• **What the task asks**
The full set of entries needs to be reproduced exactly.

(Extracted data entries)

*** Block opens ***

def parse_description(raw_bytes: bytes, source: str = "<description>") -> Description:
    """Validate description *raw_bytes* (TOML, UTF-8); *source* names it in errors."""
    try:
        text = raw_bytes.decode("utf-8")
    except UnicodeDecodeError as e:
        line = raw_bytes[: e.start].count(b"\n") + 1
        raise DescriptionError(source, f"not UTF-8 text (byte {e.start + 1}); save the file as UTF-8",
                               line=line) from None
    _check_size(text, len(raw_bytes), source)
    try:
        doc = tomllib.loads(text)
    except tomllib.TOMLDecodeError as e:
        msg = str(e)
        m = re.search(r"\(at line (\d+), column (\d+)\)", msg)
        line = int(m.group(1)) if m else None
        if m:
            msg = msg[: m.start()].strip() + f" at column {m.group(2)}"
        elif "end of document" in msg:
            line = text.count("\n") + 1
        raise DescriptionError(source, f"TOML syntax error: {msg}; fix the TOML syntax", line=line) from None
    except RecursionError:
        raise DescriptionError(source, "arrays or tables nested too deeply to read; flatten the TOML") from None
    return _validate(doc, source, hashlib.sha256(raw_bytes).hexdigest())


def _check_size(text: str, n_bytes: int, source: str) -> None:
    """Refuse a file too large, or keys dotted too deep, before the TOML parser sees it.

    A key of 20,000 dotted segments (40 KB) costs the parser 1.5 GB and 14 s; the
    scan looks only at what stands before ``=`` and inside ``[table]`` headers.
    """
    if n_bytes > MAX_DESCRIPTION_BYTES:
        raise DescriptionError(source, f"{n_bytes} bytes; a description may have at most "
                               f"{MAX_DESCRIPTION_BYTES >> 10} KiB (keep long tap lists in fewer digits)")
    for lineno, line in enumerate(text.splitlines(), 1):
        s = line.lstrip()
        head = s if s.startswith("[") else s.split("=", 1)[0] if "=" in s else ""
        if head.count(".") >= MAX_KEY_DEPTH:
            raise DescriptionError(source, f"a key with {head.count('.') + 1} dotted parts; descriptions "
                                   f"nest at most {MAX_KEY_DEPTH} deep: write the key plainly", line=lineno)


def _check_keys(table: Mapping, allowed, where: _Place, what: str) -> None:
    for key in table:
        if key not in allowed:
            raise where.at(key).fail(
                f"unknown key in {what}{close_match(key, allowed)}; known keys: {', '.join(allowed)}")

*** Block closes ***

• **Answer below**
def parse_description(raw_bytes: bytes, source: str = "<description>") -> Description:
    """Validate description *raw_bytes* (TOML, UTF-8); *source* names it in errors."""
    try:
        text = raw_bytes.decode("utf-8")
    except UnicodeDecodeError as e:
        line = raw_bytes[: e.start].count(b"\n") + 1
        raise DescriptionError(source, f"not UTF-8 text (byte {e.start + 1}); save the file as UTF-8",
                               line=line) from None
    _check_size(text, len(raw_bytes), source)
    try:
        doc = tomllib.loads(text)
    except tomllib.TOMLDecodeError as e:
        msg = str(e)
        m = re.search(r"\(at line (\d+), column (\d+)\)", msg)
        line = int(m.group(1)) if m else None
        if m:
            msg = msg[: m.start()].strip() + f" at column {m.group(2)}"
        elif "end of document" in msg:
            line = text.count("\n") + 1
        raise DescriptionError(source, f"TOML syntax error: {msg}; fix the TOML syntax", line=line) from None
    except RecursionError:
        raise DescriptionError(source, "arrays or tables nested too deeply to read; flatten the TOML") from None
    return _validate(doc, source, hashlib.sha256(raw_bytes).hexdigest())


def _check_size(text: str, n_bytes: int, source: str) -> None:
    """Refuse a file too large, or keys dotted too deep, before the TOML parser sees it.

    A key of 20,000 dotted segments (40 KB) costs the parser 1.5 GB and 14 s; the
    scan looks only at what stands before ``=`` and inside ``[table]`` headers.
    """
    if n_bytes > MAX_DESCRIPTION_BYTES:
        raise DescriptionError(source, f"{n_bytes} bytes; a description may have at most "
                               f"{MAX_DESCRIPTION_BYTES >> 10} KiB (keep long tap lists in fewer digits)")
    for lineno, line in enumerate(text.splitlines(), 1):
        s = line.lstrip()
        head = s if s.startswith("[") else s.split("=", 1)[0] if "=" in s else ""
        if head.count(".") >= MAX_KEY_DEPTH:
            raise DescriptionError(source, f"a key with {head.count('.') + 1} dotted parts; descriptions "
                                   f"nest at most {MAX_KEY_DEPTH} deep: write the key plainly", line=lineno)


def _check_keys(table: Mapping, allowed, where: _Place, what: str) -> None:
    for key in table:
        if key not in allowed:
            raise where.at(key).fail(
                f"unknown key in {what}{close_match(key, allowed)}; known keys: {', '.join(allowed)}")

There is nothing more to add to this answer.